Back to the brachistochrone

The functional in this case was

\[\begin{aligned} S = \int _{A_x}^{B_x} \frac{\sqrt{1+y'^2}dx}{\sqrt{2gy}}. \end{aligned}\]

I’m going to use $y’$ to denote derivatives with respect to x. You should understand $y$ to be a function of x. Then the variation:

\[\begin{aligned} &\lim _{\epsilon \rightarrow 0}\frac{S[x(t) + \epsilon \eta (t)]-S[x(t)]}{\epsilon} \\ &= \lim _{\epsilon \rightarrow 0}\frac{1}{\epsilon}\bigg[\int _{A_x}^{B_x} \frac{\sqrt{1+(y+\epsilon \eta )'^2}dx}{\sqrt{2g(y+\epsilon \eta )}} - \int _{A_x}^{B_x} \frac{\sqrt{1+y'(x)^2}dx}{\sqrt{2gy}} \bigg]. \end{aligned}\]

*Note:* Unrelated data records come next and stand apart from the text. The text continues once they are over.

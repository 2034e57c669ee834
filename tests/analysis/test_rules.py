from __future__ import annotations

import numpy as np
import pandas as pd
import pytest
from mlxtend.frequent_patterns import apriori, association_rules, fpgrowth
from statsmodels.stats.proportion import proportion_confint

from analysis.errors import InvalidInputError
from analysis.rules import mine_rules, to_csv

# Han, Kamber & Pei, Data Mining: Concepts and Techniques (3rd ed., 2012), Table 6.1: nine transactions.
HAN = {
    "T100": {"I1", "I2", "I5"}, "T200": {"I2", "I4"}, "T300": {"I2", "I3"}, "T400": {"I1", "I2", "I4"},
    "T500": {"I1", "I3"}, "T600": {"I2", "I3"}, "T700": {"I1", "I3"}, "T800": {"I1", "I2", "I3", "I5"}, "T900": {"I1", "I2", "I3"},
}


def _han(target: str) -> tuple[pd.DataFrame, pd.Series]:
    items = ["I1", "I2", "I3", "I4", "I5"]
    table = pd.DataFrame({i: [i in t for t in HAN.values()] for i in items if i != target}, index=list(HAN))
    classes = pd.Series([target if target in t else "other" for t in HAN.values()], index=list(HAN))
    return table, classes


@pytest.mark.parametrize(
    ("target", "antecedent", "confidence", "count"),
    [("I5", "I1 & I2", 0.5, 2), ("I1", "I2 & I5", 1.0, 2), ("I2", "I1 & I5", 1.0, 2)],
)
def test_han_kamber_pei_confidences(target: str, antecedent: str, confidence: float, count: int) -> None:
    # The book's rules from {I1, I2, I5} at minimum support count 2 (of 9).
    table, classes = _han(target)
    rules = mine_rules(table, classes, min_support=2 / 9 - 1e-9, max_len=2, min_lift=0.0).rules
    row = rules[(rules["class"] == target) & (rules["concepts"] == antecedent)]
    assert len(row) == 1
    assert row["confidence"].iloc[0] == pytest.approx(confidence)
    assert row["n_images"].iloc[0] == count


def test_matches_mlxtend_apriori_on_random_tables() -> None:
    rng = np.random.default_rng(7)
    n = 400
    table = pd.DataFrame(rng.random((n, 8)) < rng.uniform(0.1, 0.5, 8), columns=[f"c{i}" for i in range(8)])
    classes = pd.Series(np.where(table["c0"] & (rng.random(n) < 0.8), "x", rng.choice(["y", "z"], n)))
    ours = mine_rules(table, classes, min_support=0.03, max_len=2, min_lift=0.0).rules
    onehot = pd.concat([table, pd.get_dummies(classes).add_prefix("k=")], axis=1).astype(bool)
    ref = association_rules(apriori(onehot, min_support=0.03, use_colnames=True, max_len=3), num_itemsets=n, metric="confidence", min_threshold=0.0)
    ref = ref[ref["consequents"].map(lambda s: len(s) == 1 and next(iter(s)).startswith("k=")) & ref["antecedents"].map(lambda s: not any(i.startswith("k=") for i in s))]
    ref_map = {(next(iter(r.consequents))[2:], " & ".join(sorted(r.antecedents))): (r.support, r.confidence, r.lift) for r in ref.itertuples()}
    ours_map = {(r["class"], r["concepts"]): (r["support"], r["confidence"], r["lift"]) for r in ours.to_dict("records")}
    assert ours_map.keys() == ref_map.keys() and len(ours_map) > 10
    for k, v in ref_map.items():
        assert ours_map[k] == pytest.approx(v)


def test_rules_bad_input_and_csv_escaping() -> None:
    table = pd.DataFrame({"=cmd()": [True, False, True]})
    with pytest.raises(InvalidInputError, match="min_support"):
        mine_rules(table, pd.Series(["a", "b", "a"]), min_support=1.5)
    rules = mine_rules(table, pd.Series(["a", "b", "a"]), min_support=0.1).rules
    text = to_csv(rules)
    assert "'=cmd()" in text and "\n=cmd" not in text and ",=cmd" not in text


def test_han_kamber_pei_frequent_itemsets() -> None:
    # Han, Kamber & Pei (2012), Table 6.1 with minimum support count 2: the book's L1, L2 and L3
    # (counts recalled from memory; mlxtend's apriori on the same table is the second witness).
    from analysis.itemsets import count_itemsets

    items = ["I1", "I2", "I3", "I4", "I5"]
    x = np.array([[i in t for i in items] for t in HAN.values()])
    got = count_itemsets(x, np.zeros(len(x), dtype=int), n_classes=1, min_count=2, max_len=3)
    found = {tuple(items[i] for i in s): int(c) for s, c in zip(got.itemsets, got.totals)}
    book = {
        ("I1",): 6, ("I2",): 7, ("I3",): 6, ("I4",): 2, ("I5",): 2,
        ("I1", "I2"): 4, ("I1", "I3"): 4, ("I1", "I5"): 2, ("I2", "I3"): 4, ("I2", "I4"): 2, ("I2", "I5"): 2,
        ("I1", "I2", "I3"): 2, ("I1", "I2", "I5"): 2,
    }
    assert found == book
    ref = apriori(pd.DataFrame(x, columns=items), min_support=2 / 9 - 1e-9, use_colnames=True)
    assert {tuple(sorted(s)): round(v * 9) for s, v in zip(ref["itemsets"], ref["support"])} == book
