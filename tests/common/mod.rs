//! Helpers shared by the integration tests, including a reference model of a
//! pipelined step written from the README's rules alone. It shares no code
//! with baton: its per-device orders, timing and transfer costs are computed
//! here, so a test can hold baton's numbers against it.
#![allow(dead_code)]

use std::process::{Command, Output};

/// Runs the `baton` command with `args` from the project's root.
pub fn baton(args: &[&str]) -> Output {
    Command::new(env!("CARGO_BIN_EXE_baton")).args(args).current_dir(env!("CARGO_MANIFEST_DIR")).output().unwrap()
}

/// Bytes as text (lossy).
pub fn text(b: &[u8]) -> String {
    String::from_utf8_lossy(b).into_owned()
}

/// A command's standard output as JSON (it must have exited, with JSON).
pub fn json(out: &Output) -> serde_json::Value {
    assert!(out.status.code().is_some(), "killed");
    serde_json::from_slice(&out.stdout).unwrap_or_else(|e| panic!("{e}: {}", text(&out.stderr)))
}

/// One pipeline stage on its own device: forward and backward time, and the
/// bytes of its output activation (which also sizes the gradient that comes
/// back across the same boundary).
#[derive(Clone, Copy, Debug)]
pub struct RefStage {
    pub forward_ns: u64,
    pub backward_ns: u64,
    pub send_bytes: u64,
}

/// What the reference model computes for one step.
#[derive(Clone, Debug, PartialEq, Eq)]
pub struct RefStep {
    pub step_ns: u64,
    /// Per device: busy time.
    pub busy_ns: Vec<u64>,
}

#[derive(Clone, Copy, Debug, PartialEq, Eq)]
enum Kind {
    F,
    B,
}

/// Device `d`'s order under `schedule` (`fill-drain` or `1f1b`) with `p`
/// stages and `m` micro-batches, as the README's "Schedules" section defines
/// them: fill-drain runs every forward then every backward; 1F1B warms up
/// with min(p - d - 1, m) forwards, alternates one forward and one backward,
/// then runs the remaining backwards.
fn order(schedule: &str, p: usize, m: usize, d: usize) -> Vec<(Kind, usize)> {
    match schedule {
        "fill-drain" => (0..m).map(|i| (Kind::F, i)).chain((0..m).map(|i| (Kind::B, i))).collect(),
        "1f1b" => {
            let warm = (p - d - 1).min(m);
            let mut v: Vec<(Kind, usize)> = (0..warm).map(|i| (Kind::F, i)).collect();
            let (mut f, mut b) = (warm, 0);
            while f < m {
                v.push((Kind::F, f));
                f += 1;
                v.push((Kind::B, b));
                b += 1;
            }
            v.extend((b..m).map(|i| (Kind::B, i)));
            v
        }
        other => panic!("the reference model knows fill-drain and 1f1b, not {other}"),
    }
}

/// Plays one step of `stages` (one per device, in order) with `m`
/// micro-batches over links of `latency_ns` and `bytes_per_s` (each ordered
/// device pair its own link). An op starts when its device is free and its
/// input has arrived; a transfer alone takes ceil(bytes / bandwidth) for its
/// bytes to leave, then the latency. Returns `None` when two transfers would
/// be on one link at once (sharing is outside this model).
pub fn reference_step(
    stages: &[RefStage],
    m: usize,
    schedule: &str,
    latency_ns: u64,
    bytes_per_s: u64,
) -> Option<RefStep> {
    let p = stages.len();
    let orders: Vec<Vec<(Kind, usize)>> = (0..p).map(|d| order(schedule, p, m, d)).collect();
    let push_ns = |bytes: u64| (bytes as u128 * 1_000_000_000).div_ceil(bytes_per_s as u128) as u64;
    // end[kind][device][micro-batch], when known.
    let mut end = vec![vec![vec![None::<u64>; m]; p]; 2];
    // Per directed link (from, to): the intervals during which bytes leave.
    let mut on_link: std::collections::HashMap<(usize, usize), Vec<(u64, u64)>> = Default::default();
    let mut next = vec![0usize; p];
    let mut free = vec![0u64; p];
    let mut busy = vec![0u64; p];
    let arrival = |from: usize,
                   to: usize,
                   produced: u64,
                   bytes: u64,
                   links: &mut std::collections::HashMap<(usize, usize), Vec<(u64, u64)>>| {
        let out = produced + push_ns(bytes);
        if bytes > 0 {
            links.entry((from, to)).or_default().push((produced, out));
        }
        out + latency_ns
    };
    let total: usize = orders.iter().map(Vec::len).sum();
    let mut done = 0;
    while done < total {
        let mut progressed = false;
        for d in 0..p {
            let Some(&(kind, i)) = orders[d].get(next[d]) else { continue };
            let ready = match kind {
                Kind::F if d == 0 => Some(0),
                Kind::F => end[0][d - 1][i]
                    .map(|t| (d - 1, t))
                    .map(|(s, t)| arrival(s, d, t, stages[s].send_bytes, &mut on_link)),
                Kind::B => match end[0][d][i] {
                    None => None,
                    Some(f) if d + 1 == p => Some(f),
                    Some(f) => {
                        end[1][d + 1][i].map(|t| arrival(d + 1, d, t, stages[d].send_bytes, &mut on_link).max(f))
                    }
                },
            };
            let Some(ready) = ready else { continue };
            let start = ready.max(free[d]);
            let dur = if kind == Kind::F { stages[d].forward_ns } else { stages[d].backward_ns };
            end[(kind == Kind::B) as usize][d][i] = Some(start + dur);
            free[d] = start + dur;
            busy[d] += dur;
            next[d] += 1;
            done += 1;
            progressed = true;
        }
        assert!(progressed, "the reference orders deadlock");
    }
    // Each transfer is recorded once, when its consumer is scheduled.
    for intervals in on_link.values_mut() {
        intervals.sort_unstable();
        if intervals.windows(2).any(|w| w[1].0 < w[0].1) {
            return None;
        }
    }
    Some(RefStep { step_ns: *free.iter().max().unwrap_or(&0), busy_ns: busy })
}

/// Sums layers into stages: `layers[i] = (forward_ns, backward_ns, activation_bytes)`,
/// `split[k]` layers per stage; a stage sends its last layer's activation.
pub fn stages_of(layers: &[(u64, u64, u64)], split: &[usize]) -> Vec<RefStage> {
    let mut at = 0;
    split
        .iter()
        .map(|&n| {
            let part = &layers[at..at + n];
            at += n;
            RefStage {
                forward_ns: part.iter().map(|l| l.0).sum(),
                backward_ns: part.iter().map(|l| l.1).sum(),
                send_bytes: part.last().map_or(0, |l| l.2),
            }
        })
        .collect()
}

We can take the limit directly (there’s a challenge for you!), from which we get

\[\begin{aligned} &\lim _{\epsilon \rightarrow 0}\frac{S[x(t) + \epsilon \eta (t)]-S[x(t)]}{\epsilon}\\ &= \int _{A_x}^{B_x} \frac{g y(x) \eta '(x) y'(x) + g\eta (x) (-y'(x)^2-1)}{\sqrt{2}(gy(x))^{3/2}\sqrt{y'(x)^2+1}} \end{aligned}\]

The first term has the derivative of $\eta$, so we do a partial integration. After some manipulation:

\[\begin{aligned} &\lim _{\epsilon \rightarrow 0}\frac{S[x(t) + \epsilon \eta (t)]-S[x(t)]}{\epsilon} \\ &= \int _{A_x}^{B_x}-\frac{g(2y(x)y''(x)+y'(x)^2+1)}{2\sqrt{2}(gy(x))^{3/2}(y'(x)^2+1)^{3/2}}\eta (x) dx \end{aligned}\]

We can now identify the functional derivative and set it to zero. After simplifications we get

\[\begin{aligned} y''(x) = \frac{-y'(x) -1}{2y(x)}. \end{aligned}\]

The process here was not in principle more complicated than for the basic Lagrangians of classical mechanics. Only the algebraic manipulations are complicated; you can do the limits and rearranging of terms by using some software like Mathematica or SageMath.

I much prefer deriving my equations of motion this way, using the more general method that seems less arbitrary to me. Join me as a cool functional derivative enjoyer.